[Collected data entries]
****************************************
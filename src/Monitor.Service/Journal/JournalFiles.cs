using System.Globalization;

namespace Monitor.Service.Journal;

/// <summary>Names of the journal's day files: <c>journal-yyyy-MM-dd.jsonl</c>.</summary>
public static class JournalFiles
{
    public static string FileName(DateOnly day) => "journal-" + day.ToString("yyyy-MM-dd", CultureInfo.InvariantCulture) + ".jsonl";

    public static string PathOf(string folder, DateOnly day) => Path.Combine(folder, FileName(day));

    /// <summary>The business day of a moment: its UTC date after adding the fixed offset.</summary>
    public static DateOnly DayOf(DateTimeOffset time, TimeSpan businessDayUtcOffset) =>
        DateOnly.FromDateTime(time.UtcDateTime + businessDayUtcOffset);
}
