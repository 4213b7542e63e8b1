namespace Monitor.Analytics.Dates;

/// <summary>Calendar arithmetic shared by day counts and coupon schedules.</summary>
public static class DateRules
{
    /// <summary>True when <paramref name="date"/> is the last day of its month.</summary>
    public static bool IsEndOfMonth(DateOnly date) => date.Day == DateTime.DaysInMonth(date.Year, date.Month);

    /// <summary>Last day of the month of <paramref name="date"/>.</summary>
    public static DateOnly EndOfMonth(DateOnly date) => new(date.Year, date.Month, DateTime.DaysInMonth(date.Year, date.Month));

    /// <summary>
    /// Adds <paramref name="months"/> to <paramref name="anchor"/> (day clamped to the month's length); with
    /// <paramref name="endOfMonth"/> the result is moved to the month end (the end-of-month rule: a bond maturing
    /// on 30 Apr pays on 31 Oct). Always step from a fixed anchor, never iteratively, or 31 -> 30 -> 28 drifts.
    /// </summary>
    public static DateOnly AddMonths(DateOnly anchor, int months, bool endOfMonth)
    {
        var date = anchor.AddMonths(months);
        return endOfMonth ? EndOfMonth(date) : date;
    }
}
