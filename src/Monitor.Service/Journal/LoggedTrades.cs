using System.Text.Json;
using Monitor.Service.Audit;

namespace Monitor.Service.Journal;

/// <summary>
/// The (trade id, version) pairs that already have a <c>trade-applied</c> record in the exposure log. A crash between
/// the journal's fsync and the log write leaves a durable trade without its audit record; start-up uses this to
/// write the missing records, so the log stays a complete account of every trade applied.
/// </summary>
public static class LoggedTrades
{
    public static HashSet<(string TradeId, int Version)> Read(string exposureLogFolder)
    {
        var keys = new HashSet<(string, int)>();
        foreach (var (_, path) in ExposureLogFiles.List(exposureLogFolder))
        {
            ReadFile(path, keys);
        }
        return keys;
    }

    /// <summary>The trade-applied records of one business day's file (none when the file does not exist).</summary>
    public static HashSet<(string TradeId, int Version)> ReadDay(string exposureLogFolder, DateOnly day)
    {
        var keys = new HashSet<(string, int)>();
        var path = ExposureLogFiles.PathOf(exposureLogFolder, day);
        if (File.Exists(path))
        {
            ReadFile(path, keys);
        }
        return keys;
    }

    /// <summary>The trade-applied records of the business days <paramref name="firstDay"/> to <paramref name="lastDay"/> (files that exist).</summary>
    public static HashSet<(string TradeId, int Version)> ReadDays(string exposureLogFolder, DateOnly firstDay, DateOnly lastDay)
    {
        var keys = new HashSet<(string, int)>();
        foreach (var (day, path) in ExposureLogFiles.List(exposureLogFolder))
        {
            if (day >= firstDay && day <= lastDay)
            {
                ReadFile(path, keys);
            }
        }
        return keys;
    }

    private static void ReadFile(string path, HashSet<(string, int)> keys)
    {
        using var stream = new FileStream(path, FileMode.Open, FileAccess.Read, FileShare.ReadWrite | FileShare.Delete);
        using var reader = new StreamReader(stream);
        while (reader.ReadLine() is { } line)
        {
            if (!line.Contains("\"kind\":\"trade-applied\"", StringComparison.Ordinal))
            {
                continue;
            }
            try
            {
                using var document = JsonDocument.Parse(line);
                var payload = document.RootElement.GetProperty("payload");
                keys.Add((payload.GetProperty("tradeId").GetString()!, payload.GetProperty("version").GetInt32()));
            }
            catch (Exception ex) when (ex is JsonException or KeyNotFoundException or InvalidOperationException)
            {
                // A torn or foreign line is the verifier's business, not this lookup's.
            }
        }
    }
}
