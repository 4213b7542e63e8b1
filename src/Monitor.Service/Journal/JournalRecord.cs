using Monitor.Analytics.Instruments;
using Monitor.Analytics.Market;
using Monitor.Service.Engine;

namespace Monitor.Service.Journal;

/// <summary>One journal line read back: its sequence number and a trade, a quote or an instrument definition.</summary>
public sealed record JournalRecord(long Seq, DateTimeOffset WrittenTime, TradeInput? Trade, BondQuote? Quote, Bond? Definition = null)
{
    /// <summary>The day file it was read from (file name), for messages.</summary>
    public string File { get; init; } = string.Empty;

    /// <summary>mac of the line before in the day file (64 zeros for the first line).</summary>
    public string PrevMac { get; init; } = string.Empty;

    /// <summary>This line's HMAC-SHA256 under the record key.</summary>
    public string Mac { get; init; } = string.Empty;
}
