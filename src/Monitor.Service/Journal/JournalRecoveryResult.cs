using Monitor.Service.Engine;

namespace Monitor.Service.Journal;

/// <summary>
/// What a rebuild did: trades applied, seen before (duplicates: e.g. a redelivery journalled twice) or superseded
/// (an older version), trades and quotes refused (with their reasons), quotes kept, and the refit's result
/// (curves fitted, books revalued, limit status changes) for the caller to log and publish.
/// </summary>
public sealed record JournalRecoveryResult(
    int Applied,
    int Duplicates,
    int Superseded,
    IReadOnlyList<string> RejectedTrades,
    int QuotesAccepted,
    IReadOnlyList<string> RejectedQuotes,
    EngineResult Refit);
****************************************
- **TASK BRIEF**: Above are the entries; give them back verbatim.

- **RESULT OF THIS EXERCISE**:
filename src/Monitor.Service/Journal/JournalFiles.cs
using System.Globalization;

namespace Monitor.Service.Journal;

/// <summary>Names of the journal's day files: <c>journal-yyyy-MM-dd.jsonl</c>.</summary>
public static class JournalFiles
{
    public static string FileName(DateOnly day) => "journal-" + day.ToString("yyyy-MM-dd", CultureInfo.InvariantCulture) + ".jsonl";

    public static string PathOf(string folder, DateOnly day) => Path.Combine(folder, FileName(day));

    /// <summary>The business day of a moment: its UTC date after adding the fixed offset.</summary>
    public static DateOnly DayOf(DateTimeOffset time, TimeSpan businessDayUtcOffset) =>
        DateOnly.FromDateTime(time.UtcDateTime + businessDayUtcOffset);
}
repository 4213b7542e63e8b1
namespace Monitor.Analytics.Dates;

/// <summary>Calendar arithmetic shared by day counts and coupon schedules.</summary>
public static class DateRules
{
    /// <summary>True when <paramref name="date"/> is the last day of its month.</summary>
    public static bool IsEndOfMonth(DateOnly date) => date.Day == DateTime.DaysInMonth(date.Year, date.Month);

    /// <summary>Last day of the month of <paramref name="date"/>.</summary>
    public static DateOnly EndOfMonth(DateOnly date) => new(date.Year, date.Month, DateTime.DaysInMonth(date.Year, date.Month));

    /// <summary>
    /// Adds <paramref name="months"/> to <paramref name="anchor"/> (day clamped to the month's length); with
    /// <paramref name="endOfMonth"/> the result is moved to the month end (the end-of-month rule: a bond maturing
    /// on 30 Apr pays on 31 Oct). Always step from a fixed anchor, never iteratively, or 31 -> 30 -> 28 drifts.
    /// </summary>
    public static DateOnly AddMonths(DateOnly anchor, int months, bool endOfMonth)
    {
        var date = anchor.AddMonths(months);
        return endOfMonth ? EndOfMonth(date) : date;
    }
}
filename src/Monitor.Service/Journal/LoggedTrades.cs
using System.Text.Json;
using Monitor.Service.Audit;

namespace Monitor.Service.Journal;

/// <summary>
/// The (trade id, version) pairs that already have a <c>trade-applied</c> record in the exposure log. A crash between
/// the journal's fsync and the log write leaves a durable trade without its audit record; start-up uses this to
/// write the missing records, so the log stays a complete account of every trade applied.
/// </summary>
public static class LoggedTrades
{
    public static HashSet<(string TradeId, int Version)> Read(string exposureLogFolder)
    {
        var keys = new HashSet<(string, int)>();
        foreach (var (_, path) in ExposureLogFiles.List(exposureLogFolder))
        {
            ReadFile(path, keys);
        }
        return keys;
    }

    /// <summary>The trade-applied records of one business day's file (none when the file does not exist).</summary>
    public static HashSet<(string TradeId, int Version)> ReadDay(string exposureLogFolder, DateOnly day)
    {
        var keys = new HashSet<(string, int)>();
        var path = ExposureLogFiles.PathOf(exposureLogFolder, day);
        if (File.Exists(path))
        {
            ReadFile(path, keys);
        }
        return keys;
    }

    /// <summary>The trade-applied records of the business days <paramref name="firstDay"/> to <paramref name="lastDay"/> (files that exist).</summary>
    public static HashSet<(string TradeId, int Version)> ReadDays(string exposureLogFolder, DateOnly firstDay, DateOnly lastDay)
    {
        var keys = new HashSet<(string, int)>();
        foreach (var (day, path) in ExposureLogFiles.List(exposureLogFolder))
        {
            if (day >= firstDay && day <= lastDay)
            {
                ReadFile(path, keys);
            }
        }
        return keys;
    }

    private static void ReadFile(string path, HashSet<(string, int)> keys)
    {
        using var stream = new FileStream(path, FileMode.Open, FileAccess.Read, FileShare.ReadWrite | FileShare.Delete);
        using var reader = new StreamReader(stream);
        while (reader.ReadLine() is { } line)
        {
            if (!line.Contains("\"kind\":\"trade-applied\"", StringComparison.Ordinal))
            {
                continue;
            }
            try
            {
                using var document = JsonDocument.Parse(line);
                var payload = document.RootElement.GetProperty("payload");
                keys.Add((payload.GetProperty("tradeId").GetString()!, payload.GetProperty("version").GetInt32()));
            }
            catch (Exception ex) when (ex is JsonException or KeyNotFoundException or InvalidOperationException)
            {
                // A torn or foreign line is the verifier's business, not this lookup's.
            }
        }
    }
}
repository 4213b7542e63e8b1
filename src/Monitor.Service/Journal/JournalRecord.cs
using Monitor.Analytics.Instruments;
using Monitor.Analytics.Market;
using Monitor.Service.Engine;

namespace Monitor.Service.Journal;

/// <summary>One journal line read back: its sequence number and a trade, a quote or an instrument definition.</summary>
public sealed record JournalRecord(long Seq, DateTimeOffset WrittenTime, TradeInput? Trade, BondQuote? Quote, Bond? Definition = null)
{
    /// <summary>The day file it was read from (file name), for messages.</summary>
    public string File { get; init; } = string.Empty;

    /// <summary>mac of the line before in the day file (64 zeros for the first line).</summary>
    public string PrevMac { get; init; } = string.Empty;

    /// <summary>This line's HMAC-SHA256 under the record key.</summary>
    public string Mac { get; init; } = string.Empty;
}
filename src/Monitor.Service/Journal/JournalRecoveryResult.cs
using Monitor.Service.Engine;

namespace Monitor.Service.Journal;

/// <summary>
/// What a rebuild did: trades applied, seen before (duplicates: e.g. a redelivery journalled twice) or superseded
/// (an older version), trades and quotes refused (with their reasons), quotes kept, and the refit's result
/// (curves fitted, books revalued, limit status changes) for the caller to log and publish.
/// </summary>
public sealed record JournalRecoveryResult(
    int Applied,
    int Duplicates,
    int Superseded,
    IReadOnlyList<string> RejectedTrades,
    int QuotesAccepted,
    IReadOnlyList<string> RejectedQuotes,
    EngineResult Refit);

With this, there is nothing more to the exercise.